Lallana e Herrera pagati in estate uno sproposito, Henderson una quindicina li può valere.


----------



## Penny.wise (24 Ottobre 2014)

Frikez ha scritto:


> 0%
> 
> Lallana e Herrera hanno appena cambiato maglia e sono stati pagati una follia, Henderson è un perno del centrocampo del Liverpool e se per qualche oscura ragione dovessero decidere di cederlo ci sarebbe un'asta tra Chelsea, City e forse Arsenal.
> Ormai comprare dalla Premier coi prezzi che girano è praticamente impossibile, il massimo a cui possiamo ambire è gente oltre i 30 anni alla canna del gas o qualcuno come Taarabt e Borini.

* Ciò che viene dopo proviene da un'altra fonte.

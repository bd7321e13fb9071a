"""Run every scorer over a set of candidate summaries of one source, and rank them.

One ``Evaluator`` per process holds the scorers, so a source's key words, its coverage
baseline and its reference perplexity are computed once and reused by every candidate (the
``score`` and ``compare`` commands, and the summarizer's candidate search, all come here).
"""

from __future__ import annotations

import functools
from dataclasses import dataclass, field
from typing import Callable, Sequence

from scoring.agreement import AgreementConfig, AgreementScorer
from scoring.combine import Candidate, CombineConfig, combined_score, rank
from scoring.coverage import CoverageConfig, CoverageScorer
from scoring.fluency import FluencyConfig, FluencyScorer


@dataclass(frozen=True)
class EvalConfig:
    coverage: CoverageConfig = field(default_factory=CoverageConfig)
    fluency: FluencyConfig = field(default_factory=FluencyConfig)
    agreement: AgreementConfig = field(default_factory=AgreementConfig)
    combine: CombineConfig = field(default_factory=CombineConfig)


class Evaluator:
    """Scores and ranks candidates; reference scores only when references are given."""

    def __init__(self, config: EvalConfig = EvalConfig()):
        self.config = config
        self.coverage = CoverageScorer(config.coverage)
        self.fluency = FluencyScorer(config.fluency)
        self.agreement = AgreementScorer(config.agreement)

    @functools.cached_property
    def rouge(self):
        from scoring.reference import RougeScorer

        return RougeScorer()

    @functools.cached_property
    def bertscore(self):
        from scoring.reference import BertScoreScorer

        return BertScoreScorer()

    def evaluate(
        self,
        candidates: Sequence[tuple[str, str]],
        *,
        source: str,
        references: Sequence[str] | None = None,
        budget: int | None = None,
        progress: Callable[[str], None] | None = None,
    ) -> list[Candidate]:
        """Score (name, text) pairs against the source; return them ranked."""
        from scoring.text import count_words

        if not source or not source.strip():
            raise ValueError("the source is empty: there is nothing to summarise or cover")
        say = progress or (lambda _m: None)
        texts = [text for _, text in candidates]
        say(f"coverage of {len(texts)} candidate(s)")
        coverage = self.coverage.score_many(texts, source=source)
        say("fluency")
        fluency = self.fluency.score_many(texts, source=source)
        agreement = self.agreement.score_many(texts)  # None for each when fewer than 3 candidates
        refs = [r for r in (references or []) if r and r.strip()]
        rouge = bert = [None] * len(texts)
        if refs:
            say("ROUGE and BERTScore against the reference(s)")
            rouge = [self.rouge.score(t, reference=refs) for t in texts]
            bert = self.bertscore.score_many(texts, reference=refs)
        out = []
        for (name, text), cov, flu, agr, rg, bs in zip(candidates, coverage, fluency, agreement, rouge, bert):
            out.append(
                Candidate(
                    name=name,
                    text=text,
                    words=count_words(text),
                    budget=budget,
                    coverage=cov,
                    fluency=flu,
                    combined=combined_score(cov.share, flu.value, agr.value if agr is not None else None,
                                            self.config.combine),
                    rouge=rg,
                    bertscore=bs,
                    agreement=agr,
                    combine=self.config.combine,
                )
            )
        return rank(out)


@functools.cache
def default_evaluator() -> Evaluator:
    """The process-wide evaluator with default settings (its caches are shared)."""
    return Evaluator()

stanno facendo bene, quindi?



mefisto94 ha scritto:


> Roba che non fa per noi, non so come ti venga in menete.
> 
> Lallana e Herrera pagati in estate uno sproposito, Henderson una quindicina li può valere.

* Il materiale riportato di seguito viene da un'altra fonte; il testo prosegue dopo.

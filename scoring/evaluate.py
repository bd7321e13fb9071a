"""Run every registered scorer over a set of candidate summaries of one source, and rank them.

One ``Evaluator`` per process holds the scorers, so a source's key words, its coverage
baseline and its reference perplexity are computed once and reused by every candidate (the
``score`` and ``compare`` commands, the summarizer's candidate search and batch all come here).
The scorers are the registry's (``scoring.registry``): one that reads the source or the pool
always runs, one that reads references runs when references are given.
"""

from __future__ import annotations

import dataclasses
import functools
from collections.abc import Callable, Mapping, Sequence

from scoring import registry
from scoring.combine import Candidate, CombineConfig, rank
from scoring.text import count_words


class EvalConfig:
    """Every scorer's config (a registered name's default unless given) and the combined score's.

        EvalConfig(coverage=CoverageConfig(keywords=30))
        EvalConfig().coverage.keywords   # 40, the default

    Immutable, comparable and hashable like the frozen configs it holds."""

    __slots__ = ("combine", "_configs")

    def __init__(self, combine: CombineConfig | None = None, **configs):
        for name, config in configs.items():
            expected = registry.scorer_class(name).Config  # an unknown name fails here
            if not isinstance(config, expected):
                raise ValueError(f"{name} needs a {expected.__name__}, got {type(config).__name__}")
        object.__setattr__(self, "combine", combine or CombineConfig())
        object.__setattr__(self, "_configs", tuple(sorted(configs.items())))

    def of(self, name: str):
        """The config of scorer ``name``."""
        return dict(self._configs).get(name) or registry.scorer_class(name).Config()

    def __getattr__(self, name: str):
        if name in registry.SCORERS:
            return self.of(name)
        raise AttributeError(name)

    def __setattr__(self, name, value):
        raise AttributeError("EvalConfig is immutable; build a new one")

    def __eq__(self, other):
        return isinstance(other, EvalConfig) and (self.combine, self._configs) == (other.combine, other._configs)

    def __hash__(self):
        return hash((self.combine, self._configs))

    def __repr__(self):
        inner = ", ".join(f"{n}={c!r}" for n, c in self._configs)
        return f"EvalConfig({inner + ', ' if inner else ''}combine={self.combine!r})"


class Evaluator:
    """Scores and ranks candidates with every registered scorer (``evaluator.coverage`` etc. are
    the scorer objects)."""

    def __init__(self, config: EvalConfig | None = None):
        self.config = config or EvalConfig()
        self.scorers = {name: registry.build(name, self.config.of(name)) for name in registry.names()}

    def __getattr__(self, name: str):
        scorers = self.__dict__.get("scorers", {})
        if name in scorers:
            return scorers[name]
        raise AttributeError(name)

    def evaluate(
        self,
        candidates: Sequence[tuple[str, str]],
        *,
        source: str,
        references: Sequence[str] | None = None,
        budget: int | None = None,
        progress: Callable[[str], None] | None = None,
    ) -> list[Candidate]:
        """Score (name, text) pairs against the source; return them ranked."""
        if not source or not source.strip():
            raise ValueError("the source is empty: there is nothing to summarise or cover")
        say = progress or (lambda _m: None)
        texts = [text for _, text in candidates]
        refs = [r for r in (references or []) if r and r.strip()]
        results: dict[str, list] = {}
        for name, scorer in self.scorers.items():
            if scorer.needs == "references" and not refs:
                continue
            if scorer.needs != "pool":
                say(f"{name} of {len(texts)} candidate(s)")
            results[name] = scorer.score_many(texts, source=source, references=refs or None)
        out = []
        for i, (name, text) in enumerate(candidates):
            scores = {key: found[i] for key, found in results.items()}
            out.append(Candidate(name=name, text=text, words=count_words(text), budget=budget, scores=scores,
                                 combined=self.combined(scores), combine=self.config.combine))
        return rank(out)

    def combined(self, scores: Mapping[str, object]) -> float:
        """The combined score of one candidate's results."""
        return self.config.combine.value({name: r.unit if r is not None else None for name, r in scores.items()
                                          if name in dict(self.config.combine.weights)})


@functools.cache
def default_evaluator(config: EvalConfig | None = None) -> Evaluator:
    """The process-wide evaluator for a configuration, default settings unless one is given (its
    caches are shared by every caller with the same configuration)."""
    return Evaluator(config)


def evaluator_for(options: Mapping[str, Mapping[str, object]] | None = None) -> Evaluator:
    """The shared evaluator for settings given by scorer and field, e.g. ``{"coverage":
    {"keywords": 30}}`` (what the command line's options set; a field given as None keeps its
    default). The command line and batch both build their evaluator here."""
    configs = {}
    for name, changes in (options or {}).items():
        given = {field: value for field, value in changes.items() if value is not None}
        if given:
            configs[name] = dataclasses.replace(registry.scorer_class(name).Config(), **given)
    config = EvalConfig(**configs)
    return default_evaluator(None if config == EvalConfig() else config)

perchè mi piacciono e se facevano schifo tipo Fellaini magari li avrebbero sbolognati


----------



## Frikez (24 Ottobre 2014)

Penny.wise ha scritto:


> stanno facendo bene, quindi?



Henderson sicuramente, gli altri 2 un po' meno anche per via di alcuni problemi fisici.


----------



## Dumbaghi (24 Ottobre 2014)

Ma che talento Herrera ragazzi 


Tutti impossibili da prendere, ovvio.


----------



## Penny.wise (24 Ottobre 2014)

Frikez ha scritto:


> Henderson sicuramente, gli altri 2 un po' meno anche per via di alcuni problemi fisici.



grazie mille


----------



## Heaven (24 Ottobre 2014)

Gratis o quasi danno solo gli scarti, ergo non possiamo neanche pensarci a questi


----------



## 666psycho (24 Ottobre 2014)

Frikez ha scritto:


> 0%
> 
> Ormai comprare dalla Premier coi prezzi che girano è praticamente impossibile, il massimo a cui possiamo ambire è gente oltre i 30 anni alla canna del gas o qualcuno* come Taarabt e Borini.*



hai dimenticato Balotelli..


----------



## O Animal (4 Gennaio 2015)

Mamma mia che giocatore Herrera...

PS: Gli altri 2 stanno soffrendo la brutta stagione del Liverpool ma nelle nostre rose sarebbero come C.Ronaldo e Bale...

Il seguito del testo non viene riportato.